Collected data entries:
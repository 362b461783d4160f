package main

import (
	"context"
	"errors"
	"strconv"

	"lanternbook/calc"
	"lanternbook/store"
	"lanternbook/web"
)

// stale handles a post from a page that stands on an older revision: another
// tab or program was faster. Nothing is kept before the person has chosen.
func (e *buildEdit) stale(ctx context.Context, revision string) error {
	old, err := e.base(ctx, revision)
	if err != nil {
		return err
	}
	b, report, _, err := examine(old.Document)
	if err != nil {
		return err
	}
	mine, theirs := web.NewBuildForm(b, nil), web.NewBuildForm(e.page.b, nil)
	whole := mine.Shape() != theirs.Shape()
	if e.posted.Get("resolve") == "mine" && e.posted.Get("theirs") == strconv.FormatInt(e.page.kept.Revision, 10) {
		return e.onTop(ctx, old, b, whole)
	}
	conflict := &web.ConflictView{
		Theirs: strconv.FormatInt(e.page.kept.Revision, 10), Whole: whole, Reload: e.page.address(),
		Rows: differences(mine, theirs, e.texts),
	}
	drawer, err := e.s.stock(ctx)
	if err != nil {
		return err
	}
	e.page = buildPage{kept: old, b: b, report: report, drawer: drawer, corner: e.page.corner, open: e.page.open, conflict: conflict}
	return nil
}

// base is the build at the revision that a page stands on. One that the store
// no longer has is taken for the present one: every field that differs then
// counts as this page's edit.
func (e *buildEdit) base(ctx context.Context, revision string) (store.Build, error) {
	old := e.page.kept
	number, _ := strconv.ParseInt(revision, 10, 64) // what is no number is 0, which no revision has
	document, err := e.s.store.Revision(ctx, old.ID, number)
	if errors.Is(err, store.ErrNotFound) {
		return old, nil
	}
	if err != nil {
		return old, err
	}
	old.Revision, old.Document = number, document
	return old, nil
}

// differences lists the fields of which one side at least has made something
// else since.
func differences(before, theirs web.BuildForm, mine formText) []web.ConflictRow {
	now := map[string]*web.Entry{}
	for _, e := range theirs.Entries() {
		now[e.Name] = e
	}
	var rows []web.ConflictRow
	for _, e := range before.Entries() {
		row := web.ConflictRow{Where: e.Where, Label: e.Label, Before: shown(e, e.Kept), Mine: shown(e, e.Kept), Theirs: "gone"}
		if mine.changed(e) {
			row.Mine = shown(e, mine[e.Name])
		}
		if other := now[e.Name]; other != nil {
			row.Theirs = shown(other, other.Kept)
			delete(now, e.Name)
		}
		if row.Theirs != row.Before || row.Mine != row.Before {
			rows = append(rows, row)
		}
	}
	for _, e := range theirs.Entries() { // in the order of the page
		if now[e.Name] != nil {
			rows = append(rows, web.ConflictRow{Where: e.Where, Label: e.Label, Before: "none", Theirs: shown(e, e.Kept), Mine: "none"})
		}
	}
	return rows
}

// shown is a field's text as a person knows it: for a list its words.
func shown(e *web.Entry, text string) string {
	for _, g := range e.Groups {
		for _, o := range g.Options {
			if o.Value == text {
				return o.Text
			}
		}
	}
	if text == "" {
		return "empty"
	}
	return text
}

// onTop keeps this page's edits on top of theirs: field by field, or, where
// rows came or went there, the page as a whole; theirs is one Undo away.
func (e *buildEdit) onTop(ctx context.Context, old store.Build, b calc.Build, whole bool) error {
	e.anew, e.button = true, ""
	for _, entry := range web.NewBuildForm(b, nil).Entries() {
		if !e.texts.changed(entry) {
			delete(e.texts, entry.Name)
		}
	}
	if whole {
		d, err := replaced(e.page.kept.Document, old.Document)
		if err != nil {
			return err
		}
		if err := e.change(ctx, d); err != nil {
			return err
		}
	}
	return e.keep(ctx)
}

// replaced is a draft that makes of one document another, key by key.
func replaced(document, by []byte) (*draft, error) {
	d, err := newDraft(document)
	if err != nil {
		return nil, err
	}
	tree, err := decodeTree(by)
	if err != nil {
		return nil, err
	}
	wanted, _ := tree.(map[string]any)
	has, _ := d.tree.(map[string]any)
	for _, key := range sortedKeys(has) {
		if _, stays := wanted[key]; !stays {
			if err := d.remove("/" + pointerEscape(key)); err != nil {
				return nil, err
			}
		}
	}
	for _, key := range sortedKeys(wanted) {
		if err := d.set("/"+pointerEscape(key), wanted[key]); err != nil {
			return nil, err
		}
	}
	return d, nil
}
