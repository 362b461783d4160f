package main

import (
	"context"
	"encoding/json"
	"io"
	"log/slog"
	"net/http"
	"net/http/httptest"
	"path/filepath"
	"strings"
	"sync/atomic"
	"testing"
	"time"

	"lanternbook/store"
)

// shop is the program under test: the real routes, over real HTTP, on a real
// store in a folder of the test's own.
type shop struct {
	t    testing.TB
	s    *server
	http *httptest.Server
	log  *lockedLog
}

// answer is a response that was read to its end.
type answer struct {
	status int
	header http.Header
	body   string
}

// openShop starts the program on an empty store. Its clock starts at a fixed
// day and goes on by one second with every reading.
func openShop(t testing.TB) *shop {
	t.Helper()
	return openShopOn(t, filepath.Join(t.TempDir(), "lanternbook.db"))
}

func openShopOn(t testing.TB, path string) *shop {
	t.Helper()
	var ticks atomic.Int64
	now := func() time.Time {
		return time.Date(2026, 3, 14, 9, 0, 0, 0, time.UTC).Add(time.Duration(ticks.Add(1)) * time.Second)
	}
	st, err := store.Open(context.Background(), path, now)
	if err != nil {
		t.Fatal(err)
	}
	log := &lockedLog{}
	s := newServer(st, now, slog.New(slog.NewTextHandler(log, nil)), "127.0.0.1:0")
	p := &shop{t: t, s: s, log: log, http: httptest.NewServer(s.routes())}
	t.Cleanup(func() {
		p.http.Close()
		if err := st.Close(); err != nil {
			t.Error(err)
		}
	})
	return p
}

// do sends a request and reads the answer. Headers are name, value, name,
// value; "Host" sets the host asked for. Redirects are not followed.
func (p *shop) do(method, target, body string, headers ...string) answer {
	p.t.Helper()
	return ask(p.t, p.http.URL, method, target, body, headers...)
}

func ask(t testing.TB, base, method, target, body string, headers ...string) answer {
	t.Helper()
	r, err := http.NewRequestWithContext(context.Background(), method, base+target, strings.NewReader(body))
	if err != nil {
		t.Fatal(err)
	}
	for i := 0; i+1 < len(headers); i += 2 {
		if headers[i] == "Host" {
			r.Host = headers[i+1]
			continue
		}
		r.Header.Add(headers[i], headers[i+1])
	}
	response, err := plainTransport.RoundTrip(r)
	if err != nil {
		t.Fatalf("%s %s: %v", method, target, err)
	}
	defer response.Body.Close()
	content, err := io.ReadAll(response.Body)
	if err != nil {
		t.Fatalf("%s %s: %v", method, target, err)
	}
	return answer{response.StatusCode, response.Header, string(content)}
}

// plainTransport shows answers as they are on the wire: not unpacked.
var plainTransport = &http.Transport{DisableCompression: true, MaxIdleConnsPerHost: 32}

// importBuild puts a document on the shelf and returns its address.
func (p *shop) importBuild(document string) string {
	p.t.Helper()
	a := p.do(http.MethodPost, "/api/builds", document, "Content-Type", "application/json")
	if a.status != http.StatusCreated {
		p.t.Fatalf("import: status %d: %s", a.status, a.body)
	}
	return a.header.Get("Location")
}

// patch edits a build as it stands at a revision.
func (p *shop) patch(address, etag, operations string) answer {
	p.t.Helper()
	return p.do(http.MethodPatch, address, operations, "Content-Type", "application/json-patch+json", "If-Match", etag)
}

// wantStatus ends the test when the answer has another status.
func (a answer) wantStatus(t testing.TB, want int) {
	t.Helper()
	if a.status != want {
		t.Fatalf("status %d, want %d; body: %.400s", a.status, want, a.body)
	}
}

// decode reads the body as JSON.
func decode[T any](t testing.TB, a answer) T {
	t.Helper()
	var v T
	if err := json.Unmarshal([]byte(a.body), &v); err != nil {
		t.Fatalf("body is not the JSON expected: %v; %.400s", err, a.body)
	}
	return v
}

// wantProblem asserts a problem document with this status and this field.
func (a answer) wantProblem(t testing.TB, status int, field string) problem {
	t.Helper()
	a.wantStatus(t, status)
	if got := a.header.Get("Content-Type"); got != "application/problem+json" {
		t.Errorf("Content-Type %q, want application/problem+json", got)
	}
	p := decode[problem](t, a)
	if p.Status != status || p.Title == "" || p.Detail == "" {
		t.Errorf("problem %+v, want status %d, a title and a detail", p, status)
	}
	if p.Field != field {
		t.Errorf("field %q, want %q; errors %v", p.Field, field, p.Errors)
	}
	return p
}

* * *

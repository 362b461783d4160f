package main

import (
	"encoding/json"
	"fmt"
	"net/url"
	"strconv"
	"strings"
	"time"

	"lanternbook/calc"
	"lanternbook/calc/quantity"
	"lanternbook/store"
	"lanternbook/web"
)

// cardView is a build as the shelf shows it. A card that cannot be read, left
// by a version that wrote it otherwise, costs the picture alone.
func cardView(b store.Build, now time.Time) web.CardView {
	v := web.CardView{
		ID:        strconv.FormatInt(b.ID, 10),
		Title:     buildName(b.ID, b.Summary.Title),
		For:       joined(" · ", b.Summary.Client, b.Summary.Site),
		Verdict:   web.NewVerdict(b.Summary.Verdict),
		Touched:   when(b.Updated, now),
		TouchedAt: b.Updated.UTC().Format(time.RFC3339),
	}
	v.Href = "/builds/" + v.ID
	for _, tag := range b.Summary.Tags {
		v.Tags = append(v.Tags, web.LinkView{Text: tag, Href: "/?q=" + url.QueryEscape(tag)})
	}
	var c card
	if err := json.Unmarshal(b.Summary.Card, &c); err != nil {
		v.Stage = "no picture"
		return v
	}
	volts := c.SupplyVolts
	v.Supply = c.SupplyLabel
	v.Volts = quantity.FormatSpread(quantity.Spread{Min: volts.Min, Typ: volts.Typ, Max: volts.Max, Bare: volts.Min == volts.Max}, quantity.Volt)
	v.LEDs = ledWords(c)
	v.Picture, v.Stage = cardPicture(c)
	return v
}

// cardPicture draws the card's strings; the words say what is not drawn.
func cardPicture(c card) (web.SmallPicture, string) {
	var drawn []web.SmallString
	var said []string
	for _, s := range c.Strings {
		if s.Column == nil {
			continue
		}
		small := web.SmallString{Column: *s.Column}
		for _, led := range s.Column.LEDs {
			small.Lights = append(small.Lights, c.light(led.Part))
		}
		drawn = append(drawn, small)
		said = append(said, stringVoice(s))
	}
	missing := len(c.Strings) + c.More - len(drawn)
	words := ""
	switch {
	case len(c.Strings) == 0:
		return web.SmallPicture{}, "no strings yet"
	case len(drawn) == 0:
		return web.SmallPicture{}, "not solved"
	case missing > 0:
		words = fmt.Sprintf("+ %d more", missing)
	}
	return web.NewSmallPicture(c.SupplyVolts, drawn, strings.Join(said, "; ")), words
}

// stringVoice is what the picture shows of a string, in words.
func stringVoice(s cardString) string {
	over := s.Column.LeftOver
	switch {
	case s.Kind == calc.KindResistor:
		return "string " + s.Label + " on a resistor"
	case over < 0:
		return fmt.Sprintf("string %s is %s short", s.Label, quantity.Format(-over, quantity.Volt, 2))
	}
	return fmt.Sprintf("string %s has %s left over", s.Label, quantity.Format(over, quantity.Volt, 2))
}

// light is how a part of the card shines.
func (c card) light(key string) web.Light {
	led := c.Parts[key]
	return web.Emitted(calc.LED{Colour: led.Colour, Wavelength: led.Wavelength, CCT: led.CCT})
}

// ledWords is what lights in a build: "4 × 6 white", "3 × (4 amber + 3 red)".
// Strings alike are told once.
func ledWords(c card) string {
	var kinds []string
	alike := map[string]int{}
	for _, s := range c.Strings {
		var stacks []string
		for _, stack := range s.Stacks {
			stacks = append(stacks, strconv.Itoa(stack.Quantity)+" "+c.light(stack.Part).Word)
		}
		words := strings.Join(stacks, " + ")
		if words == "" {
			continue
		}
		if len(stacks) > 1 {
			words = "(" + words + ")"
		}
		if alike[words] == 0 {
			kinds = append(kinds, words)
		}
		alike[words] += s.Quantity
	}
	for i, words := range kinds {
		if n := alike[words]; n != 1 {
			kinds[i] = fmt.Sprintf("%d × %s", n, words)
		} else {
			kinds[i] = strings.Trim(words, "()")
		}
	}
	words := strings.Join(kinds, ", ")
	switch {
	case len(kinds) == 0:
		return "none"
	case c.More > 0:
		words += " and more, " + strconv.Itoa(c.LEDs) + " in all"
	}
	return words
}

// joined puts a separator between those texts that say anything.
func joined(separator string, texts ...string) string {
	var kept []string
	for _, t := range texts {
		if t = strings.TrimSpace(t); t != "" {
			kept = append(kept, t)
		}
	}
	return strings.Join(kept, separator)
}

==

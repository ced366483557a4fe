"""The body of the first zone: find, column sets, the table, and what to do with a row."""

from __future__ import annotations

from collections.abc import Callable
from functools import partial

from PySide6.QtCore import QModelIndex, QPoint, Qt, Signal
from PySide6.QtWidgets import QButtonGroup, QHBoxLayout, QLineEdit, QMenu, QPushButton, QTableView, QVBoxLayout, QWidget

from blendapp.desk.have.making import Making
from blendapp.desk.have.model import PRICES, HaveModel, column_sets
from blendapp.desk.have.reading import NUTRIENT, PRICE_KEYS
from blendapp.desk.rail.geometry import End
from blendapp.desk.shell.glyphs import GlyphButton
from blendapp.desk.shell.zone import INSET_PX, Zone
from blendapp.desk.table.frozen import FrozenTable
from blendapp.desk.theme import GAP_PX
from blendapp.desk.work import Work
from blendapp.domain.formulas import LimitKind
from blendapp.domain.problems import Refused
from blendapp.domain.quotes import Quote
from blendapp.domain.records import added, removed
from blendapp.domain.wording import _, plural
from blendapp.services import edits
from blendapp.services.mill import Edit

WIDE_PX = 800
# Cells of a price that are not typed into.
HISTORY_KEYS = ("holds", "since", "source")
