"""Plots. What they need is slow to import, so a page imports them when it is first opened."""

▶ **Prompt**
Nothing should appear in the answer except the lines above from the line with "document, err := e.s.store.Revision(ctx, old.ID, number)" through the line with "for _, e := range before.Entries()", both included, written out exactly.

▶ **Solution to this exercise**
	document, err := e.s.store.Revision(ctx, old.ID, number)
	if errors.Is(err, store.ErrNotFound) {
		return old, nil
	}
	if err != nil {
		return old, err
	}
	old.Revision, old.Document = number, document
	return old, nil
}

// differences lists the fields of which one side at least has made something
// else since.
func differences(before, theirs web.BuildForm, mine formText) []web.ConflictRow {
	now := map[string]*web.Entry{}
	for _, e := range theirs.Entries() {
		now[e.Name] = e
	}
	var rows []web.ConflictRow
	for _, e := range before.Entries() {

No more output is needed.